Dexter: A show about a blood pathologist who is also a serial killer who takes out bad guys in his spare time. Would you look at that? A crime show that doesn't come with the CSI or Law and Order stamp pre-approved to go before whatever the actual title of the show is!

: I think Buffy and Firefly were probably stronger than this is right now, but it's a good idea for a show and it seems to be doing fairly well.

Fringe: I'm watching it right now! In another little box to the right. It's no X-Files, but it's got more kick and creativity than the endless cop and doctor shows that are starting to die off and, I'm recalling, were another reason I watched less TV not so long ago.

Lost: This show was originally pitched as focusing on the survivors of a plane crash trying to cut it on a desert island, literally Cast Away: The Series. Someone got the idea that the show would be more interesting if the island wasn't really deserted, if it had polar bears, and a variety of other things that would take up too much space to go over here (go over them here instead). The creators say they have a plan to wrap up all the questions before the show concludes next year, and I trust them, but the seeming blank slate of the whole thing is amazing. How we got from the standard "What are they going to eat?" question to the "What happened to the hydrogen bomb?" question over the course of a few seasons is probably one of the larger leaps a show has ever taken.

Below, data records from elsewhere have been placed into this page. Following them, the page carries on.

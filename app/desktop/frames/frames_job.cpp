#include "app/desktop/frames/frames_job.h"

#include "core/project/project.h"

#include <QCoreApplication>

namespace fourfold {

namespace {

// The sentences of this file, under a context that lupdate collects.
struct FramesJobText {
    Q_DECLARE_TR_FUNCTIONS(FramesJob)
};

std::unexpected<Error> cancelled()
{
    return fail(ErrorCode::Cancelled, FramesJobText::tr("The computation was cancelled."));
}

} // namespace

Result<FramesOutcome> runFramesJob(const FramesRequest &request, const FramesProgress &progress)
{
    // A connection of this thread's own: the window's connection stays on the GUI thread.
    auto project = Project::openForReading(request.projectPath);
    if (!project)
        return std::unexpected(project.error());
    auto input = frameInput(*project, request.layer);
    if (!input)
        return std::unexpected(input.error());
    const int n = int(input->matrix.rows);
    if (n < kFewestFrameArticles)
        return fail(ErrorCode::InvalidInput,
            FramesJobText::tr(
                "The layer %1 holds %n article(s); frames need at least 3.", nullptr, n)
                .arg(request.layer));
    const int total = 1 + request.bootstrap;
    std::atomic<bool> stop = false;
    auto ask = [&](int done) {
        if (progress && !progress(done, total))
            stop = true;
        return !stop.load();
    };
    if (!ask(0))
        return cancelled();

    frames::FrameAnalysisOptions options;
    options.k = request.k;
    options.maxK = request.maxK;
    options.cancelled = &stop;
    auto analysis = frames::analyseFrames(input->matrix, options);
    if (stop.load())
        return cancelled();
    if (!analysis)
        return fail(ErrorCode::InvalidInput,
            FramesJobText::tr("%1: %2").arg(
                input->source, QString::fromStdString(analysis.error())));
    if (!ask(1))
        return cancelled();

    FramesOutcome out;
    out.request = request;
    if (request.bootstrap > 0) {
        frames::StabilityOptions stability;
        stability.replicates = request.bootstrap;
        stability.seed = request.seed;
        stability.cancelled = &stop;
        stability.progress = [&](int done) { ask(1 + done); };
        auto computed = frames::clusterStability(
            input->matrix, analysis->frames.partition, twoStepMethod(analysis->k), stability);
        if (stop.load())
            return cancelled();
        if (!computed)
            return fail(ErrorCode::InvalidInput, QString::fromStdString(computed.error()));
        out.stability = std::move(*computed);
    }
    out.tables = frameGroupTables(*input, analysis->frames.partition);
    out.input = std::move(*input);
    out.analysis = std::move(*analysis);
    return out;
}

} // namespace fourfold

My Name Is Earl: Can be somewhat hit-and-miss, but has a lot of good humor (you'd expect that from some Kevin Smith veterans, right?). I also find it amusing how a show with a basic undercurrent of a guy trying to make up all of the bad things he did to people over the years can still be denounced by the Parents Television Council.

Mythbusters: Like any other man on the planet, I wish I could work with these guys.

Rescue Me: Catching up on this show on Hulu after managing to catch the first four episodes and the entire third season. It's having the dangerous effect of making me want to run off and join the FDNY, provided I don't have to constantly get involved in messed up family situations, alcoholism, and fights.

South Park: They're relying on current events more than odd ideas more, but the show can still find ways to approach plots in completely unconventional and hilarious ways.

Terminator: The Sarah Connor Chronicles: It's had a few missteps, but it's got a compelling enough story; a friend of mine complains that it's messed up the continuity presented in the movies, if there was one, but we are talking about time travel here. As an added bonus, you also get Summer Glau kicking ass and looking good doing it.

The Sexy Robotics Institute rejected both my application and my suggestion to get dinner somewhere.

The Colbert Report: Fox News is so vain, they probably think this show is about them. Stephen Colbert's complete cut-up routines and quest for personal glory are probably some of the best things on TV right now. I also want to see him fill in every state in Better Know a District one day.

The Daily Show: It led to the Colbert Report, and it's still one of the better reality checks on the government, cable news, and various other crazies. It's also good to see that they can continue to be funny and thus disprove the theory that only mockery of a Republican President can sustain such a show.

The Office: A nice send-up of working life, but those guys really shouldn't complain...they don't even have to deal with cubicles. I can understand how some people think Steve Carrell's batshit insane regional manager is far more squirm-inducing than anything else, but anyone who can't laugh at an exchange between Dwight and Jim has no soul.